▶ [What to work on]: Set out exactly every line of the entries below, starting at the line that holds "waiting for a" and stopping after the line that holds "name = _primary_name(live)".

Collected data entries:
________________

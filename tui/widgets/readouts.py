"""The text readouts of the live screen: run bar, estimate, steadiness verdict, power, sensors, banners.

Each widget has ``show(live, …)`` that rebuilds its text from ``LiveState``; none of them holds state of its
own, so redrawing at any rate gives the same picture. Every colour is paired with a word or a symbol.
"""

from __future__ import annotations

import math
from typing import Any

import numpy as np
from rich.text import Text
from textual.widgets import Static

from linerig.daemon.reduction.stability import STRETCH_LN
from linerig.tui.screens.live_state import STATE_SYMBOLS, STATE_WORDS, LiveState, RunTrace
from linerig.tui.units import DisplayUnit, companion, duration, show
from linerig.tui.widgets.advice import fault_advice, flag_words

HEADING = "bold underline"
STALE_FIT_S = 10.0  # heating seconds without a new estimate before the readout says so
STATE_STYLE = {"checking": "cyan", "settling": "cyan", "heating": "bold yellow", "recovering": "bold blue",
               "done": "bold green", "aborted": "bold magenta", "faulted": "bold red"}


def _f(x: Any) -> float:
    return float(x) if isinstance(x, int | float) else math.nan


class RunBar(Static):
    """One line: run, state, time in phase, time left, and the two links (daemon, front end)."""

    DEFAULT_CSS = "RunBar { height: 1; background: $boost; }"

    def show(self, live: LiveState) -> None:
        t = Text(no_wrap=True, overflow="ellipsis")
        if not live.connected:
            t.append(" ✗ NO DAEMON ", style="bold reverse red")
            t.append(f" {live.lost_reason or 'connecting…'}")
            self.update(t)
            return
        if live.run_id is None:
            t.append(" no run ", style="reverse")
        else:
            st = live.run_state or "?"
            t.append(f" run {live.run_id} ", style="reverse")
            t.append(f" {STATE_SYMBOLS.get(st, '?')} {STATE_WORDS.get(st, st.upper())} ", style=STATE_STYLE.get(st, ""))
            cycles = int(live.plan.get("cycles", 1) or 1)
            if cycles > 1:
                t.append(f"cycle {live.cycle}/{cycles} ")
            if st == "heating":
                t.append(f"{duration(live.heating_elapsed_s)} of {duration(_f(live.plan.get('heat_s')))} ")
            elif live.active:
                t.append(f"{duration(live.phase_elapsed_s)} in phase ")
            left, at_least = live.remaining_s()
            if left is not None:
                t.append(f"│ left {'≥' if at_least else '≈'}{duration(left)} ")
        t.append("│ rig ")
        t.append("✓ linked" if live.frontend_up else "✗ NOT LINKED", style="green" if live.frontend_up else "bold red")
        self.update(t)


class EstimateReadout(Static):
    """The running estimate in the operator's unit, its companion, the window and the fit quality."""

    DEFAULT_CSS = "EstimateReadout { height: auto; }"

    def show(self, live: LiveState, unit: DisplayUnit, wide: bool = False) -> None:
        est = live.estimate
        if live.pulse and live.trace is not None and live.trace.pulse_fit:
            est = live.trace.pulse_fit  # a heat pulse: the daemon's pulse fit (the plot's title has α and ρc)
        finished = live.finished if live.finished and live.finished.get("run_id") == live.run_id else None
        text = Text(f"{unit.quantity.upper()} ± U (k = 2)", style=HEADING)
        if est is None and not finished:
            text.append("\n  waiting for a fit", style="dim")
            if live.run_state in ("checking", "settling"):
                text.append("\n  (after heater on)", style="dim")
            self.update(text)
            return
        src = est or {}
        if finished and finished.get("results"):
            name = _primary_name(live)
            src = finished["results"].get(name) or next(iter(finished["results"].values()))
            text.append("  final", style="bold green")
        k, ku = _f(src.get("k_W_per_mK")), _f(src.get("k_u_W_per_mK"))
        main = show(k, ku if math.isfinite(ku) else None, unit)
        other = show(k, ku if math.isfinite(ku) else None, companion(unit))
        text.append(f"\n {main.text()}", style="bold")
        if main.rel_u is not None:
            text.append(f" ({100 * main.rel_u:.1f} %)")
        text.append(f"\n {other.text()}")
        win = src.get("window_s") or [None, None]
        if win[0] is not None and win[1] is not None:
            text.append(f"\n window {win[0]:.0f}–{win[1]:.0f} s")
            if src.get("n_used"):
                text.append(f" · n {src['n_used']}")
        t_fit, t_now = _f(src.get("t_s")), live.heating_elapsed_s
        if est is src and live.run_state == "heating" and t_now is not None and t_now - t_fit > STALE_FIT_S:
            text.append(f"\n ⚠ no new fit since {t_fit:.0f} s", style="yellow")
        alpha = alpha_identified(_f(src.get("alpha_m2_per_s")))
        rms = _f(src.get("residual_rms_K"))
        extra = ([f"α {alpha * 1e6:.2f} mm²/s"] if alpha is not None else []) + \
            ([f"fit rms {1000 * rms:.1f} mK"] if math.isfinite(rms) else [])
        if wide and extra:
            text.append("\n " + " · ".join(extra))
        self.update(text)


def alpha_identified(alpha: float) -> float | None:
    """α, or None where the fit holds it at a bound of its search (the live fit clips to ALPHA_AXIAL_MAX): a
    bound says nothing about the ground, so nothing is shown."""
    from linerig.daemon.reduction.linesource import ALPHA_MAX, ALPHA_MIN
    from linerig.daemon.reduction.live import ALPHA_AXIAL_MAX

    if not math.isfinite(alpha) or alpha <= 0:
        return None
    if any(abs(alpha / bound - 1) < 1e-3 for bound in (ALPHA_MIN, ALPHA_MAX, ALPHA_AXIAL_MAX)):
        return None
    return alpha


def _primary_name(live: LiveState) -> str:
    tr = live.trace
    if tr is not None and tr.sensors:
        return tr.sensors[min(tr.primary, len(tr.sensors) - 1)]
    return str(live.plan.get("sensor") or "heater")


def k_spread(estimates: list[tuple[float, float, float, bool]]) -> float | None:
    """Largest relative move of k over the latest stretch of ln t (the span the steadiness rule looks at)."""
    if not estimates:
        return None
    t_now, k_now = estimates[-1][0], estimates[-1][1]
    t_from = t_now * math.exp(-STRETCH_LN)
    if estimates[0][0] > t_from or not k_now:
        return None
    ks = [k for t, k, _, _ in estimates if t >= t_from]
    return max(max(ks) - k_now, k_now - min(ks)) / abs(k_now)


def baseline_drift_K_per_min(tr: RunTrace | None) -> float | None:
    """Slope of the fit sensor over the latest baseline span, as the daemon judges settling (K/min)."""
    if tr is None or len(tr.device_s) < 3:
        return None
    dev = np.asarray(tr.device_s, dtype=float)
    sel = dev >= dev[-1] - tr.baseline_s
    y = np.asarray([row[tr.primary] if tr.primary < len(row) else math.nan for row in tr.temps], dtype=float)[sel]
    x = dev[sel]
    ok = np.isfinite(y)
    if np.count_nonzero(ok) < 3 or np.ptp(x[ok]) <= 0:
        return None
    return float(np.polyfit(x[ok] - x[ok][0], y[ok], 1)[0] * 60.0)


class VerdictReadout(Static):
    """Whether heating can stop yet, and why not."""

    DEFAULT_CSS = "VerdictReadout { height: auto; }"

    def show(self, live: LiveState) -> None:
        text = Text("STEADINESS", style=HEADING)
        est = live.estimate
        tr = live.trace
        if est is None and live.pulse and live.run_state in ("heating", "recovering"):
            text.append(f"\n ○ a pulse has no stop verdict: it heats for {_f(live.plan.get('heat_s')):.0f} s, then "
                        "records the decay", style="dim")
            self.update(text)
            return
        if est is None:
            drift = baseline_drift_K_per_min(tr) if live.run_state == "settling" else None
            if drift is not None:
                limit = _f(live.plan.get("max_drift_K_per_min"))
                ok = math.isfinite(limit) and abs(drift) <= limit
                text.append(f"\n {'✓' if ok else '~'} ground drift {drift:+.3f} K/min", style="green" if ok else "")
                if math.isfinite(limit):
                    text.append(f"\n   heater goes on at ≤ {limit:.3f}")
            else:
                text.append("\n ○ no estimate yet", style="dim")
            self.update(text)
            return
        stable_at = est.get("stable_at_s")
        if est.get("stable"):
            text.append(f"\n ● STEADY since {stable_at:.0f} s" if stable_at is not None else "\n ● STEADY",
                        style="bold green")
        elif stable_at is not None:
            text.append(f"\n ◑ steady at {stable_at:.0f} s, then moved", style="yellow")
        else:
            text.append("\n ◔ not yet steady", style="yellow")
        spread = k_spread(tr.estimates) if tr is not None else None
        text.append(f"\n k moved {100 * spread:.1f} %" if spread is not None else "\n k moved —")
        ku_stat = _f(est.get("k_u_stat_W_per_mK"))
        k = _f(est.get("k_W_per_mK"))
        if math.isfinite(ku_stat) and k:
            text.append(f" · scatter {100 * ku_stat / k:.1f} %")
        words = flag_words(est.get("flags"))
        if words:
            text.append("\n ⚑ " + "; ".join(words), style="yellow")
        self.update(text)


class PowerReadout(Static):
    """Power per metre asked for and measured, heater volts and amps."""

    DEFAULT_CSS = "PowerReadout { height: auto; }"

    def show(self, live: LiveState) -> None:
        text = Text("POWER", style=HEADING)
        s = live.last_sample or {}
        set_q = _f(live.plan.get("power_W_per_m")) if live.plan else math.nan
        on = bool(s.get("heater_on"))
        q = _f(s.get("q_W_per_m"))
        text.append(f"\n set {set_q:.2f}" if math.isfinite(set_q) else "\n set —")
        text.append(f" meas {q:.2f} W/m" if math.isfinite(q) else " meas —")
        if on and math.isfinite(set_q) and set_q and math.isfinite(q):
            text.append(f" {100 * (q / set_q - 1):+.1f}%")
        text.append("\n heater ")
        text.append("ON" if on else "off", style="bold yellow" if on else "dim")
        if on:
            text.append(f" · {_f(s.get('heater_V')):.2f} V · {_f(s.get('heater_A')):.3f} A")
        self.update(text)


class SensorReadout(Static):
    """Every sensor on the rod: temperature now, rise over its baseline, and any channel fault."""

    DEFAULT_CSS = "SensorReadout { height: auto; }"

    def show(self, live: LiveState) -> None:
        text = Text("SENSORS", style=HEADING)
        s = live.last_sample or {}
        names = list(s.get("sensors") or (live.status.get("probe") or {}).get("sensors") or [])
        temps = list(s.get("temps_C") or [])
        faults = list(s.get("faults") or [])
        tr = live.trace
        base = tr.baseline_C() if tr is not None and tr.run_id == s.get("run_id") else None
        primary = _primary_name(live)
        for i, name in enumerate(names):
            t = _f(temps[i]) if i < len(temps) else math.nan
            mark = "*" if name == primary else " "
            text.append(f"\n{mark}{name[:9]:<9}")
            if (i < len(faults) and faults[i]) or not math.isfinite(t):
                text.append(" ✗ FAULT (open?)", style="bold red")
                continue
            text.append(f" {t:7.3f} °C")
            if base is not None and i < base.size and math.isfinite(base[i]):
                text.append(f" Δ{t - base[i]:+6.3f} K")
        self.update(text)


def _moved_since(live: LiveState, at_s: float) -> float | None:
    """Relative change of k from the estimate at ``at_s`` to the latest one, from this client's record."""
    tr = live.trace
    if tr is None or not tr.estimates:
        return None
    then = min(tr.estimates, key=lambda e: abs(e[0] - at_s))
    now = tr.estimates[-1]
    return (now[1] - then[1]) / then[1] if then[1] else None


class StopPrompt(Static):
    """The 'heating can stop' prompt; shown only while it applies."""

    DEFAULT_CSS = "StopPrompt { height: auto; display: none; }"

    def show(self, live: LiveState, auto_stop: bool) -> None:
        visible = live.can_stop_heating
        self.display = visible
        if not visible:
            return
        est = live.estimate or {}
        at = live.stable_at_s
        text = Text(" ▶ HEATING CAN STOP ", style="bold reverse green")
        if est.get("stable"):
            text.append(f" the estimate has held steady since {at:.0f} s. ")
        else:
            since = _moved_since(live, at)
            moved = f" (k {100 * since:+.1f} % since)" if since is not None else ""
            text.append(f" the estimate was steady at {at:.0f} s and has moved since{moved}. ")
        if auto_stop:
            text.append("The run will stop heating by itself.")
        else:
            text.append("Press ")
            text.append(" s ", style="bold reverse")
            text.append(" to stop heating and log the cooling.")
        self.update(text)


class FaultBanner(Static):
    """The last safety trip in plain words, with what to do next."""

    DEFAULT_CSS = "FaultBanner { height: auto; display: none; }"

    def show(self, live: LiveState) -> None:
        reason = live.fault
        if live.run_state == "faulted" and live.state_reason:
            reason = live.state_reason
        visible = bool(reason) and (live.run_state in (None, "faulted") or live.active)
        self.display = visible
        if not visible or reason is None:
            return
        text = Text(" ! HEATER OFF — SAFETY STOP ", style="bold reverse red")
        text.append(f" {reason}\n")
        text.append(" What to do: ", style="bold")
        text.append(fault_advice(reason))
        self.update(text)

________________

▶ [Written answer]:
            text.append("\n  waiting for a fit", style="dim")
            if live.run_state in ("checking", "settling"):
                text.append("\n  (after heater on)", style="dim")
            self.update(text)
            return
        src = est or {}
        if finished and finished.get("results"):
            name = _primary_name(live)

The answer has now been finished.